# Work order:
Each line in the entries that has the word "sums" has to be copied.

# Data:
────────────────────

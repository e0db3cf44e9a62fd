"""Tests of cwlimits.noise and ``cwlimits noise`` against formulas and reference libraries."""

import math
from fractions import Fraction

import astropy.units as u
import numpy as np
import pytest
import scipy.integrate
import scipy.signal
import scipy.stats
from astropy.table import QTable

from cwlimits.cli.app import main
from cwlimits.errors import CwlimitsError, InputError, OutOfRangeError, TableError
from cwlimits.noise import (
    DEFAULT_NOISE_MODEL,
    NOISE_MODELS,
    EffectiveNoise,
    EstimatedNoise,
    NoiseSource,
    TabulatedNoise,
    band_floor,
    band_psd,
    combine_noise,
    estimate_psd,
    estimate_stretches,
    get_noise,
    median_bias,
    noise_model,
    read_noise_file,
    read_timeseries,
)
from cwlimits.tables import read_table, write_table

PSD = u.Hz**-1
ASD = u.Hz**-0.5

# ---------------------------------------------------------------------------------------
# Reference values (value, unit, tolerance and its reason, source)
# ---------------------------------------------------------------------------------------
# Second-generation 4 km fit at x = f/f0 = 1: 1 - 5 + 111 (1 - 1 + 1/2)/(1 + 1/2) = 33, so
# S_h(215 Hz) = 33 S0 = 3.3e-48 1/Hz.  Formula of Sathyaprakash & Schutz 2009,
# arXiv:0903.0338 (Sec. 4), and Arun et al. 2005, gr-qc/0411146; tolerance: float rounding.
SECOND_GEN_AT_F0 = (3.3e-48, PSD, 1e-12)
SECOND_GEN_F0 = 215.0 * u.Hz
# Low-frequency cutoffs of the fits (same sources; first-generation 4 km 40 Hz, 3 km 20 Hz and
# third-generation 1 Hz from memory).
CUTOFFS_HZ = {"second-gen-fit": 20.0, "first-gen-fit": 40.0, "first-gen-3km-fit": 20.0,
              "third-gen-fit": 1.0}
# First-generation 4 km fit at x = 1: (4.49)^-56 + 0.16 + 0.52 + 0.32 = 1.0 + 4.49^-56, so
# S_h(150 Hz) = S0 = 9e-46 1/Hz (Arun et al. 2005, gr-qc/0411146; from memory).
FIRST_GEN_AT_F0 = (9e-46 * (1.0 + 4.49**-56), PSD, 1e-12)
# First-generation 3 km fit at x = 1: 7.87^-4.8 + 6/17 + 1 + 1 with S0 = 10.2e-46 1/Hz at
# f0 = 500 Hz
# (Arun et al. 2005, gr-qc/0411146; from memory).
FIRST_GEN_3KM_AT_F0 = (10.2e-46 * (7.87**-4.8 + 6 / 17 + 2.0), PSD, 1e-12)
# Third-generation fit at x = 1: 1 + a1 + a2 (1 + sum b)/(1 + sum c), S0 = 1.449e-52 1/Hz,
# f0 = 200 Hz
# (Mishra et al. 2010, arXiv:1005.0304; coefficients from memory).
THIRD_GEN_AT_F0 = (1.449e-52 * (1 + 185.62 + 232.56 * (1 + 31.18 - 64.72 + 52.24 - 42.16 + 10.17
                                                  + 11.53) / (1 + 13.58 - 36.46 + 18.56
                                                              + 27.43)), PSD, 1e-12)
# One-sided PSD of white Gaussian noise of variance sigma^2 sampled at fs: 2 sigma^2 / fs
# (common practice).
FS_HZ = 1024.0
SIGMA = 1.0
WHITE_PSD = 2 * SIGMA**2 / FS_HZ
# Median of a chi^2_2 (exponential) variable over its mean: ln 2 (common practice; the
# median of an exponential of mean m is m ln 2).
LN2 = math.log(2.0)
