"""What cwlimits may write and delete (issue 14, items 1-6 and 17), through cwlimits.cli.main.

The rules checked here are the README's "What cwlimits may delete, and when": a report
folder is replaced only if cwlimits made it (its manifest lists every file it holds);
anything else is refused with exit code 2 before any work, and ``--overwrite`` adds the
report without deleting a file the manifest does not list; ``store --clear`` deletes only a
verifiable store; output paths are checked before any work; the results store appears only
once the inputs were accepted; two processes share one store's chunks; and every file is
written with the mode the umask gives (POSIX ``open(2)``: 0666 & ~umask for files, 0777 &
~umask for folders; common practice).
"""

import json
import os
import pathlib
import signal
import sqlite3
import subprocess
import sys

import astropy.units as u
import numpy as np
import pytest

from cwlimits.cli.app import main
from cwlimits.report.html import MANIFEST_NAME
from cwlimits.runtime.store import STORE_NAME, ResultStore, is_store, open_store
from cwlimits.searchspace.searchsetup import SearchSetup

HERE = pathlib.Path(__file__).parent
ROOT = HERE.parent
CATALOGUE = ROOT / "target_lists" / "demo.csv"
IS_ROOT = hasattr(os, "geteuid") and os.geteuid() == 0
# A folder no process can create files in, even a superuser's (Linux pseudo file system).
UNWRITABLE = pathlib.Path("/proc")

CONFIG = """title = "fictional quick report"
{output}
[catalogue]
path = "cat.csv"
targets = ["{target}"]
[data]
span = "40 day"
[search]
setup = "setup.toml"
[planning]
max_targets = 1
"""


def snapshot(folder):
    """Every path under ``folder`` (links not followed) with its bytes or link target."""
    out = {}
    for path in sorted(pathlib.Path(folder).rglob("*")):
        if path.is_symlink():
            out[str(path)] = ("link", os.readlink(path))
        elif path.is_file():
            out[str(path)] = ("file", path.read_bytes())
        else:
            out[str(path)] = ("dir", None)
    return out


@pytest.fixture
def project(tmp_path):
    """A user's folder: a catalogue, a setup file, a configuration and notes of their own."""
    folder = tmp_path / "project"
    folder.mkdir()
    (folder / "cat.csv").write_bytes(CATALOGUE.read_bytes())
    SearchSetup(t_seg=10 * u.day, n_seg=4, band=(100 * u.Hz, 120 * u.Hz)).to_toml(
        folder / "setup.toml")
    (folder / "notes.txt").write_text("my own notes\n")

    def config(output=None, target="Fict Quill", name="a.toml"):
        line = "" if output is None else f"output = {json.dumps(output)}"
        path = folder / name
        path.write_text(CONFIG.format(output=line, target=target))
        return path
    return folder, config


def refused(argv, capsys, *folders):
    """Run ``argv``; it must exit 2 with ``error:`` and leave ``folders`` exactly as they were."""
    before = [snapshot(f) for f in folders]
    assert main(argv) == 2
    err = capsys.readouterr().err
    assert err.startswith("error: ") and "Traceback" not in err
    assert [snapshot(f) for f in folders] == before
    return err


# --- item 1: a report replaces only a folder cwlimits made ---------------------------------

@pytest.mark.parametrize("output", ["user", "..", "", ".", "cat.csv", "link", "a.toml",
                                    "empty-link"])
def test_report_refuses_an_output_it_did_not_make(project, tmp_path, capsys, output,
                                                  monkeypatch):
    folder, config = project
    (folder / "user").mkdir()
    (folder / "user" / "data.txt").write_text("precious\n")
    (tmp_path / "elsewhere").mkdir()
    (tmp_path / "elsewhere" / "thesis.tex").write_text("precious too\n")
    (folder / "link").symlink_to(tmp_path / "elsewhere", target_is_directory=True)
    # a link to an empty folder is refused too: cwlimits never writes through a link
    (tmp_path / "empty").mkdir()
    (folder / "empty-link").symlink_to(tmp_path / "empty", target_is_directory=True)
    path = config(output)
    monkeypatch.chdir(tmp_path)
    err = refused(["report", str(path)], capsys, tmp_path)
    assert "output" in err
    assert not list(tmp_path.rglob(".*cwlimits-stage*"))  # no staging folder left


def test_demo_refuses_a_link_and_a_user_folder(tmp_path, capsys):
    (tmp_path / "target").mkdir()
    (tmp_path / "link").symlink_to(tmp_path / "target", target_is_directory=True)
    (tmp_path / "mine").mkdir()
    (tmp_path / "mine" / "data.txt").write_text("precious\n")
    for out in ("link", "mine"):
        err = refused(["demo", "--out-dir", str(tmp_path / out)], capsys, tmp_path)
        assert "--out-dir" in err


@pytest.mark.parametrize("output", ["..", "", "user"])
def test_overwrite_adds_the_report_and_deletes_no_file_of_the_user(project, tmp_path,
                                                                   capsys, output):
    folder, config = project
    (folder / "user").mkdir()
    (folder / "user" / "data.txt").write_text("precious\n")
    user_files = {p: p.read_bytes() for p in tmp_path.rglob("*") if p.is_file()}
    out = (folder / output).resolve()
    # a file in the way whose name the report uses is never replaced, even with --overwrite
    (out / "index.html").write_text("<p>my page</p>")
    err = refused(["-q", "report", str(config(output)), "--overwrite"], capsys, tmp_path)
    assert "index.html" in err
    (out / "index.html").unlink()
    assert main(["-q", "report", str(config(output)), "--overwrite"]) == 0
    for path, data in user_files.items():
        assert path.read_bytes() == data, path  # every user file kept, unchanged
    manifest = json.loads((out / MANIFEST_NAME).read_text())
    assert "index.html" in manifest["files"] and "notes.txt" not in manifest["files"]
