def _campaign_chunk(chunk, rng, *, a, b, tau, psd_hz, b_hz, n_bins, lo_bin, guard,
                    threshold):
    """Inject, search and measure one chunk of injections (plain floats in SI).

    ``chunk['h0']`` holds the amplitude of every injection; ``a``, ``b`` are
    sin(zeta) a(t), sin(zeta) b(t) of shape (n_det, n_seg, M), ``tau`` (n_seg, M) the
    sample times from the reference time, ``psd_hz`` (n_det,) the flat one-sided PSDs.
    Returns 2F_sum at the injected template (``two_f``), the largest 2F_sum of the
    templates more than ``guard`` bins away (``two_f_far``; NaN if there is none), the
    number of those templates (``n_far``) and how many of them exceed ``threshold``
    (``n_far_above``).
    """
    h0 = np.asarray(chunk["h0"], dtype=float)
    n_det, n_seg, m = a.shape
    dt, df = 1.0 / b_hz, b_hz / m
    # noise weights w = dt / S_n (no gaps) and the antenna-pattern sums A, B, C
    w = np.broadcast_to((dt / psd_hz)[:, None, None], a.shape)
    A, B, C = _abc(w, a, b)
    # index of template 0 on the fftshift-ed FFT grid of M bins (offset (j - M/2) df)
    first = m // 2 + lo_bin
    offsets_hz = (lo_bin + np.arange(n_bins)) * df
    no_shift = np.zeros(n_seg, dtype=int)  # fdot = 0: StackSlide shifts vanish
    # flat PSD: white circular complex noise with E|z|^2 = S_n B / 2
    # (cwlimits.simulation.synthetic)
    sigma = np.sqrt(psd_hz * b_hz / 4.0)[:, None, None]
    two_f_inj = np.empty(h0.size)
    two_f_far = np.full(h0.size, np.nan)
    n_far = np.zeros(h0.size, dtype=np.int64)
    n_far_above = np.zeros(h0.size, dtype=np.int64)
    bins = np.arange(n_bins)
    batch = max(1, _BATCH_SAMPLES // (n_det * n_seg * m))
    for lo in range(0, h0.size, batch):
        hb = h0[lo:lo + batch]
        nb = hb.size
        cosi = rng.uniform(-1.0, 1.0, nb)
        psi = rng.uniform(0.0, np.pi, nb)
        phi0 = rng.uniform(0.0, 2 * np.pi, nb)
        k = rng.integers(n_bins, size=nb)
        noise = sigma * (rng.standard_normal((nb,) + a.shape)
                         + 1j * rng.standard_normal((nb,) + a.shape))
        A1, A2, A3, A4 = (x[:, None, None, None] for x in _jks_amplitudes(hb, cosi, psi,
                                                                          phi0))
        # z_h = [(A1 a + A2 b) - i (A3 a + A4 b)] exp(i dPhi) / 2 (JKS 1998 eqs. 24-27; the
        # fast path of cwlimits.simulation.synthetic._signal_from_amplitudes), for the whole batch
        carrier = np.exp(2j * np.pi * offsets_hz[k][:, None, None] * tau[None])[:, None]
        z = noise + 0.5 * ((A1 * a + A2 * b) - 1j * (A3 * a + A4 * b)) * carrier
        # the batch's segments side by side: (n_det, nb * n_seg, M) for the kernel, which
        # sums over its first (detector) axis
        wz = (w * z).transpose(1, 0, 2, 3).reshape(n_det, nb * n_seg, m)
        a_t = np.broadcast_to(a[:, None], (n_det, nb, n_seg, m)).reshape(wz.shape)
        b_t = np.broadcast_to(b[:, None], (n_det, nb, n_seg, m)).reshape(wz.shape)
        fa, fb = _coherent_stage(wz, a_t, b_t, 0.0, dt, m)
        two_f_k = _two_f(fa, fb, *(np.tile(x, nb)[:, None] for x in (A, B, C)))
        two_f_k = two_f_k.reshape(nb, n_seg, m)
        for i in range(nb):
            two_f = _semicoherent_stage(two_f_k[i], no_shift, first, n_bins)
            two_f_inj[lo + i] = two_f[k[i]]
            far = np.abs(bins - k[i]) > guard
            n_far[lo + i] = far.sum()
            n_far_above[lo + i] = np.sum(two_f[far] > threshold)
            if far.any():
                two_f_far[lo + i] = two_f[far].max()
    return {"two_f": two_f_inj, "two_f_far": two_f_far, "n_far": n_far,
            "n_far_above": n_far_above}
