package trend

import (
	"encoding/json"
	"fmt"
	"io"
	"math"
	"strings"
	"time"

	"go.yaml.in/yaml/v3"

	"voxgamma/internal/atomicfile"
	"voxgamma/protocol"
	"voxgamma/result"
	"voxgamma/spc"
)

// LimitsSchemaVersion is the version of the limits document's layout.
const LimitsSchemaVersion = "1.0"

// Limits is the limits document: one row per group and metric.
type Limits struct {
	SchemaVersion string `json:"schema_version"`
	Caution       string `json:"caution"`
	// Method says how the limits are computed, with sources.
	Method []string `json:"method"`
	// Plans counts the plans selected; First and Last bound their times
	// (RFC 3339, UTC).
	Plans int      `json:"plans"`
	First string   `json:"first"`
	Last  string   `json:"last"`
	Rows  []Limit  `json:"limits"`
	Notes []string `json:"notes"`
}

// Limit is the process-based limits of one metric of one group.
type Limit struct {
	// Group holds the grouping labels (by key) and Criteria the criteria.
	Group    map[string]string `json:"group"`
	Criteria string            `json:"criteria"`
	// Metric and Title name the metric; Unit is "%" or "".
	Metric string `json:"metric"`
	Title  string `json:"title"`
	Unit   string `json:"unit"`
	// Worse is "lower" (pass rates) or "higher" (Γ).
	Worse string `json:"worse"`
	// Plans counts the plans with the metric; First and Last their times.
	Plans int    `json:"plans"`
	First string `json:"first"`
	Last  string `json:"last"`
	// Centre is x̄, MRBar the mean moving range, SigmaMR = MRBar/1.128,
	// SD the sample standard deviation; LCL and UCL = x̄ ∓ 3·SigmaMR.
	Centre  *float64 `json:"centre"`
	MRBar   *float64 `json:"mr_bar"`
	SigmaMR *float64 `json:"sigma_mr"`
	SD      *float64 `json:"sd"`
	LCL     *float64 `json:"lcl"`
	UCL     *float64 `json:"ucl"`
	// Tolerance is the control limit on the worse side (LCL within 0–100
	// for a pass rate, UCL for Γ).
	Tolerance *float64 `json:"tolerance"`
	// ActionWidth is TG-218's ΔA and Action = 100 − ΔA/2 (pass rates).
	ActionWidth *float64 `json:"action_width"`
	Action      *float64 `json:"action"`
	// OutOfControl counts the plans flagged by a Western Electric rule.
	OutOfControl int `json:"out_of_control"`
	// Warnings: fewer than 20 plans, no variation, no limits.
	Warnings []string `json:"warnings"`
	// allLabels is set when grouped by every label (the default): empty
	// labels are then left out of the group's name.
	allLabels bool
}

// Method describes the computation, with its sources, for every output.
var Method = []string{
	"Individuals chart (I-chart) per group and metric, plans in the order they were compared: centre line x̄; σ̂ = mR̄/1.128 from the mean moving range of consecutive plans; control limits x̄ ± 3σ̂ (NIST/SEMATECH e-Handbook of Statistical Methods, 6.3.2.2; TG-218 quotes the lower limit as x̄ − 2.660·mR̄). The tolerance limit is the control limit on the worse side.",
	"Action limit of a pass rate: 100 − ΔA/2 with ΔA = β·√(σ² + (x̄ − T)²), β = 6, T = 100 %, σ the sample standard deviation: AAPM TG-218 (Miften et al., Med Phys 45 (2018) e53), formula quoted from memory; it is the interval of capability index C_pm = 1 (Sanghangthum et al., Phys Med Biol 58 (2013) 7025).",
	"Out-of-control plans: the four Western Electric rules (Western Electric Co., Statistical Quality Control Handbook, 1956): 1 one point beyond 3σ̂; 2 two of three consecutive beyond 2σ̂ on one side; 3 four of five consecutive beyond 1σ̂ on one side; 4 eight consecutive on one side of the centre line.",
	"A plan's target (organ-at-risk, body, other) pass rate is that of its worst evaluated structure-set ROI of that kind. Groups share labels and criteria; limits are computed from every plan selected (out-of-control plans included).",
	fmt.Sprintf("Limits from fewer than %d plans are flagged: trial control limits are commonly set from 20 to 25 subgroups (common SPC practice).", spc.MinPlans),
}

func fptr(v float64) *float64 {
	if math.IsNaN(v) || math.IsInf(v, 0) {
		return nil
	}
	return &v
}

func stamp(t time.Time) string {
	if t.IsZero() {
		return ""
	}
	return t.UTC().Format(time.RFC3339)
}

// Limits returns the limits document of the analysis.
func (a *Analysis) Limits() *Limits {
	l := &Limits{SchemaVersion: LimitsSchemaVersion, Caution: result.Caution, Method: Method, Plans: a.Plans,
		First: stamp(a.First), Last: stamp(a.Last), Rows: []Limit{}, Notes: []string{}}
	for _, s := range a.Series {
		l.Rows = append(l.Rows, s.limit())
	}
	return l
}

func (s *Series) limit() Limit {
	g := map[string]string{}
	for _, k := range s.Group.By {
		g[k] = s.Group.Labels.Get(k)
	}
	r := Limit{Group: g, Criteria: s.Group.Criteria, Metric: s.Metric.Name, Title: s.Metric.Title, Unit: s.Metric.Unit,
		Worse: "lower", Plans: len(s.Values), First: stamp(s.Points[0].ComparedAt), Last: stamp(s.Points[len(s.Points)-1].ComparedAt),
		Warnings: append([]string{}, s.Warnings...), allLabels: s.Group.allLabels}
	if s.Metric.HigherIsWorse {
		r.Worse = "higher"
	}
	if s.ChartErr == nil {
		c := s.Chart
		r.Centre, r.MRBar, r.SigmaMR, r.SD, r.LCL, r.UCL = fptr(c.Mean), fptr(c.MRBar), fptr(c.Sigma), fptr(c.SD), fptr(c.LCL), fptr(c.UCL)
		r.Tolerance = s.Tolerance()
		r.Action, r.ActionWidth = s.Action, s.ActionWidth
		idx, _ := s.Flagged()
		r.OutOfControl = len(idx)
	}
	return r
}

// EncodeJSON writes the limits document as indented JSON.
func (l *Limits) EncodeJSON(w io.Writer) error {
	enc := json.NewEncoder(w)
	enc.SetIndent("", "  ")
	return enc.Encode(l)
}

// WriteJSON writes the limits document to path atomically.
func (l *Limits) WriteJSON(path string) error {
	return atomicfile.Write(path, l.EncodeJSON)
}

func num(p *float64, digits int) string {
	if p == nil {
		return "–"
	}
	return fmt.Sprintf("%.*f", digits, *p)
}

// Table writes the limits as text: per group a heading, then one row per
// metric, then the group's warnings.
func (l *Limits) Table(w io.Writer) {
	fmt.Fprintf(w, "%d plans, %s to %s\n", l.Plans, l.First, l.Last)
	prev := ""
	var warns []string
	flush := func() {
		for _, m := range warns {
			fmt.Fprintf(w, "  warning: %s\n", m)
		}
		warns = nil
	}
	for _, r := range l.Rows {
		if g := groupText(r); g != prev {
			flush()
			fmt.Fprintf(w, "\ngroup %s\n", g)
			fmt.Fprintf(w, "  %-18s %6s %9s %9s %9s %9s %10s %9s %4s\n", "metric", "plans", "centre", "σ̂(mR̄)", "LCL", "UCL", "tolerance", "action", "OOC")
			prev = g
		}
		d := 2
		if r.Unit == "" {
			d = 3
		}
		fmt.Fprintf(w, "  %-18s %6d %9s %9s %9s %9s %10s %9s %4d\n", r.Metric, r.Plans, num(r.Centre, d), num(r.SigmaMR, d+1),
			num(r.LCL, d), num(r.UCL, d), num(r.Tolerance, d), num(r.Action, d), r.OutOfControl)
		for _, m := range r.Warnings {
			warns = append(warns, r.Metric+": "+m)
		}
	}
	flush()
}

func groupText(r Limit) string {
	var parts []string
	for _, k := range sortedKeys(r.Group) {
		if v := r.Group[k]; v != "" {
			parts = append(parts, k+"="+v)
		} else if !r.allLabels {
			parts = append(parts, k+"=(none)")
		}
	}
	if len(parts) == 0 {
		return r.Criteria
	}
	return strings.Join(parts, ", ") + " · " + r.Criteria
}

func sortedKeys(m map[string]string) []string {
	var keys []string
	for _, k := range []string{"machine", "technique", "site", "planning_system", "recalculation_engine"} {
		if _, ok := m[k]; ok {
			keys = append(keys, k)
		}
	}
	return keys
}

// roundStrict rounds a limit to the given decimals toward the stricter
// side: up for a lower limit (≥), down for an upper one (≤).
func roundStrict(v float64, decimals int, lower bool) float64 {
	f := math.Pow(10, float64(decimals))
	if lower {
		return math.Ceil(v*f-1e-9) / f
	}
	return math.Floor(v*f+1e-9) / f
}

// Protocol makes a protocol whose rules are the process-based limits of
// one group: for each metric that a protocol rule can check (overall,
// targets and organs at risk pass rates; the overall mean Γ), a tolerance
// rule at the control limit on the worse side and, for pass rates, an
// action rule at TG-218's action limit; limits rounded to 0.01 % (Γ:
// 0.001) toward the stricter side. The criteria are the group's as
// recorded; the ROI classes, isodose ROIs, coverage requirements and the
// rules' when_missing come from the base protocol (the one the group's
// latest plan used), else their defaults. Metrics without limits (fewer
// than two plans) give no rule; a group without any rule is an error.
func (a *Analysis) Protocol(g *Group, base *protocol.Protocol, name string) (*protocol.Protocol, error) {
	last := g.Points[len(g.Points)-1]
	p := &protocol.Protocol{Name: name, Coverage: protocol.DefaultCoverage()}
	// whenMissing keeps the base protocol's choice for a rule on a subject
	// the comparison lacks; "fail" (the default) otherwise.
	whenMissing := func(subject, metric string) string {
		if base != nil {
			for _, r := range base.Rules {
				if r.Subject == subject && r.Metric == metric && r.WhenMissing != "" {
					return r.WhenMissing
				}
			}
		}
		return protocol.MissingFail
	}
	if base != nil {
		p.KindRules, p.Isodose, p.Coverage = base.KindRules, base.Isodose, base.Coverage
	}
	p.Criteria = protocol.Criteria{Criteria: fmt.Sprintf("%g%%/%gmm", last.DosePercent, last.DTAmm), Normalisation: last.Normalisation,
		ThresholdPercent: last.ThresholdPercent, SearchMM: last.SearchMM, NormDoseFrom: protocol.NormDoseReferenceMax}
	if last.NormDoseSource != "reference maximum" {
		p.Criteria.NormDoseGy, p.Criteria.NormDoseFrom = last.NormDoseGy, protocol.NormDoseValue
	}
	var counts []string
	for _, s := range a.Series {
		if s.Group != g || s.ChartErr != nil || s.Metric.Subject == "" {
			continue
		}
		tol := *s.Tolerance()
		if s.Metric.HigherIsWorse {
			p.Rules = append(p.Rules, protocol.Rule{Level: "tolerance", Subject: s.Metric.Subject, Metric: s.Metric.RuleMetric, Op: "<=", Limit: roundStrict(tol, 3, false),
				WhenMissing: whenMissing(s.Metric.Subject, s.Metric.RuleMetric)})
		} else {
			p.Rules = append(p.Rules, protocol.Rule{Level: "tolerance", Subject: s.Metric.Subject, Metric: s.Metric.RuleMetric, Op: ">=", Limit: roundStrict(tol, 2, true),
				WhenMissing: whenMissing(s.Metric.Subject, s.Metric.RuleMetric)})
			if s.Action != nil {
				p.Rules = append(p.Rules, protocol.Rule{Level: "action", Subject: s.Metric.Subject, Metric: s.Metric.RuleMetric, Op: ">=", Limit: roundStrict(math.Min(100, *s.Action), 2, true),
					WhenMissing: whenMissing(s.Metric.Subject, s.Metric.RuleMetric)})
			}
		}
		counts = append(counts, fmt.Sprintf("%s %d", s.Metric.Name, len(s.Values)))
	}
	if len(p.Rules) == 0 {
		return nil, fmt.Errorf("group %s: no metric with limits (each needs 2 plans at least)", g.Name())
	}
	p.Description = fmt.Sprintf("Process-based limits of the group %s, from the plans recorded %s to %s.",
		g.Name(), stamp(g.Points[0].ComparedAt), stamp(last.ComparedAt))
	p.Source = "Computed by voxgamma limits from this clinic's recorded comparisons (plans per metric: " + strings.Join(counts, ", ") +
		"). Tolerance rules: individuals-chart control limit on the worse side, x̄ ∓ 3·mR̄/1.128 (NIST/SEMATECH e-Handbook 6.3.2.2). " +
		"Action rules: 100 − ΔA/2, ΔA = 6·√(σ² + (x̄ − 100)²) (AAPM TG-218, Miften et al., Med Phys 45 (2018) e53; formula from memory). " +
		"Review them before use: they describe this process as it was, not what is clinically acceptable."
	if err := p.Validate(); err != nil {
		return nil, fmt.Errorf("group %s: the limits do not make a valid protocol: %w", g.Name(), err)
	}
	return p, nil
}

// WriteProtocol writes p as a YAML protocol file atomically, with a
// comment heading it.
func WriteProtocol(path string, p *protocol.Protocol) error {
	data, err := yaml.Marshal(p)
	if err != nil {
		return fmt.Errorf("protocol %s: %w", path, err)
	}
	head := "# Process-based limits written by voxgamma limits. " + result.Caution + "\n"
	return atomicfile.WriteBytes(path, append([]byte(head), data...))
}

────────────────────

# Solved problem:
    # noise weights w = dt / S_n (no gaps) and the antenna-pattern sums A, B, C
        # sums over its first (detector) axis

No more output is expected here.